Would appreciate your views because I got a headache!

Best

Frank


----------



## Moonshinedave (Mar 28, 2013)

My first concern is the ability for myself and my family to survive. My biggest preps are food, guns and ammo, none of which comes from China. Would I buy something made in China if I needed it? Yes, see my first concern.
I remember years ago many things we manufactured here were sent to China, because "nobody wanted to work those low paying jobs anyway" as it was explained. I thought it was a big mistake then, and still do. Yeah, people would rather make $25 per hour than $15, but then $15 per hour looks pretty good if you are working at Micky D's for $7.25,


----------



## dannydefense (Oct 9, 2013)

I buy made in America as much as I can, whether it's for preps or for anything else I am purchasing. It's not always possible though, and while there are some situations where I'll go wanting in order to meet my principles, one thing I will not do is be unprepared simply because I couldn't find what I needed with a US flag on it. There's a lot of items made in other countries other than China that I'll happily purchase, and if I ever find a US made equivalent of something I already have, I probably will swap it out as soon as I can.


----------



## AquaHull (Jun 10, 2012)

dannydefense said:


> I buy made in America as much as I can, whether it's for preps or for anything else I am purchasing. It's not always possible though, and while there are some situations where I'll go wanting in order to meet my principles, one thing I will not do is be unprepared simply because I couldn't find what I needed with a US flag on it. There's a lot of items made in other countries other than China that I'll happily purchase, and if I ever find a US made equivalent of something I already have, I probably will swap it out as soon as I can.

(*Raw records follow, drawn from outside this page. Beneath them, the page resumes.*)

/**
 * Loss in the metal of a meshed section by skin effect, and the unloaded Q it leads to. Current
 * crosses the gaps evenly over the meshed faces and gathers on both faces of a sheet: in rotor
 * plates towards the hub, in stator plates outwards, and from there to the posts. The sheet's
 * resistance is integrated along the radius, all plates side by side; spacers on the shaft and on
 * the posts carry what their length gathers (a third of their resistance). What it leaves out
 * makes the true Q lower: see {@link lossLeftOut}. Derived here; skin depth and the surface
 * resistance of a sheet are textbook.
 */

import { arrangementOf } from '../arrangement';
import type { Derived } from '../derived';
import type { Design } from '../design';
import { relativePermeability, resistivities, spacerMaterialOf, type Metal } from '../material';

/** Magnetic constant, H/mm (CODATA 2022: 1.25663706127e-6 H/m). */
const MU_0 = 1.25663706127e-9;

/**
 * δ = √(ρ/(π·f·µ0·µr)).
 * @param frequency Hz
 * @returns mm
 */
export function skinDepth(metal: Metal, frequency: number): number {
  const permeability = MU_0 * relativePermeability(metal);
  return Math.sqrt(resistivities[metal] / (Math.PI * frequency * permeability));
}

/**
 * Resistance of one face of a sheet that carries as much current on the other,
 * (ρ/δ)·(sinh x + sin x)/(cosh x − cos x) with x = t/δ: ρ/δ when thick, 2ρ/t when thin.
 * @param thickness mm @param frequency Hz
 * @returns Ω a square
 */
export function faceResistance(metal: Metal, thickness: number, frequency: number): number {
  const depth = skinDepth(metal, frequency);
  const x = thickness / depth;
  const share = x > 40 ? 1 : (Math.sinh(x) + Math.sin(x)) / (Math.cosh(x) - Math.cos(x));
  return (resistivities[metal] / depth) * share;
}

export const lossLeftOut: readonly string[] = [
  'the narrower way of the current while plates are only partly meshed',
  'contacts, wipers, bearings and leads beyond what is allowed for them',
  'insulators, film and disc',
  'joints, solder and roughness',
  'crowding at edges and between neighbouring plates',
  'radiation and what the field does outside the stack',
];

/** The metal at the surface: silver where the plates are plated. */
export function surfaceMetal({ finish, material }: Design): Metal {
  return finish === 'silver' ? 'silver' : material;
}

/** ∫ (I/I₀)² dr/(S·r) on both faces of a sector whose current gathers inwards, or outwards. */
function sectorPath(inner: number, outer: number, sector: number, inwards: boolean): number {
  const square = outer ** 2 - inner ** 2;
  const fourth = (outer ** 4 - inner ** 4) / 4;
  const ratio = Math.log(outer / inner);
  const integral = inwards
    ? ratio * outer ** 4 - outer ** 2 * square + fourth
    : ratio * inner ** 4 - inner ** 2 * square + fourth;
  return integral / square ** 2 / (2 * sector);
}

/** From the outside of a sector to its posts: half circles that close in on each of them. */
function pathToPosts({ statorSector, postCount, postSpacerRadius }: Design, outer: number) {
  const reach = (statorSector * outer) / postCount / 2;
  return Math.log(Math.max(1, reach / postSpacerRadius)) / (2 * Math.PI * postCount);
}

export interface Loss {
  /** mm */
  readonly skinDepth: number;
  /** Series resistance of plates, and of spacers on shaft and posts, Ω. */
  readonly plates: number;
  readonly rods: number;
  /** 1/(ω·C·R) at the capacitance asked for: of plates and spacers alone, the most it can be. */
  readonly q: number;
  /** The same with the contacts' resistance beside theirs. */
  readonly qWithContacts: number;
}

/**
 * @param frequency Hz
 * @param capacitance F, what the section has between its terminals there
 * @param contacts Ω, what wipers, joints and leads add between the terminals
 */
export function sectionLoss(
  { design, sections, stack }: Derived,
  index: number,
  frequency: number,
  capacitance: number,
  contacts = 0,
): Loss {
  const { sweepRadius } = sections[index]!;
  const section = design.sections[index]!;
  const { share, lobes } = arrangementOf(design);
  const { cutoutRadius, spacerRadius, postSpacerRadius, postCount } = design;
  const metal = surfaceMetal(design);
  // From the cut-out to the wall of spacers, all the current together.
  const neck =
    Math.log(cutoutRadius / Math.min(spacerRadius, 0.99 * cutoutRadius)) /
    ((2 * (2 * Math.PI)) / lobes);
  const inRotor = sectorPath(cutoutRadius, sweepRadius, design.rotorSector, true) + neck;
  const inStator =
    sectorPath(cutoutRadius, sweepRadius, design.statorSector, false) +
    pathToPosts(design, sweepRadius);
  const plates =
    (faceResistance(metal, section.rotorThickness, frequency) * inRotor) / section.rotorPlates +
    (faceResistance(metal, section.statorThickness, frequency) * inStator) /
      section.statorPlates;
  const sets = stack.plates.filter((plate) => plate.section === index && plate.pack === 0);
  const length = Math.max(...sets.map(({ z }) => z)) - Math.min(...sets.map(({ z }) => z));
  // Plates are plated, spacers aren't.
  const spacers = spacerMaterialOf(design);
  const rod = (radius: number): number =>
    ((resistivities[spacers] / skinDepth(spacers, frequency)) * length) /
    (2 * Math.PI * radius) /
    3;
  const rods = rod(spacerRadius) + rod(postSpacerRadius) / postCount;
  // Two in series have twice the resistance of one.
  const resistance = (plates + rods) / share;
  const reactance = 1 / (2 * Math.PI * frequency * capacitance);
  return {
    skinDepth: skinDepth(metal, frequency),
    plates: plates / share,
    rods: rods / share,
    q: reactance / resistance,
    qWithContacts: reactance / (resistance + contacts),
  };
}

My NRA hat has an American flag on the outside. On the inside a tag says made in China


----------



## wesley762 (Oct 23, 2012)

The bigger problem with this now is actually finding made in America product. Yes they are out there, I just recently purchased a few flags and they where Made in America, both of them. But it is getting real hard to find Made in America product.


----------



## paraquack (Mar 1, 2013)

First of all, welcome to the group. I too try to buy American when ever possible. Like Moonshinedave, when you need an item for your preps and all you can find is foreign stuff, I buy it. But I try to stay away from Chinese. I'll try and look for other countries, hopefully our friends, like Israel. I also try to buy military surplus when possible.


----------



## dannydefense (Oct 9, 2013)

AquaHull said:


> My NRA hat has an American flag on the outside. On the inside a tag says made in China


I don't know if I'm taking this harder than I should, but I was in a store the other day that had a John Wayne gifts section. Not a single damn thing in that section was made in the US. I can understand why my clothing isn't made here, we're slightly tougher on slave labor than other countries, but isn't that an outright insult?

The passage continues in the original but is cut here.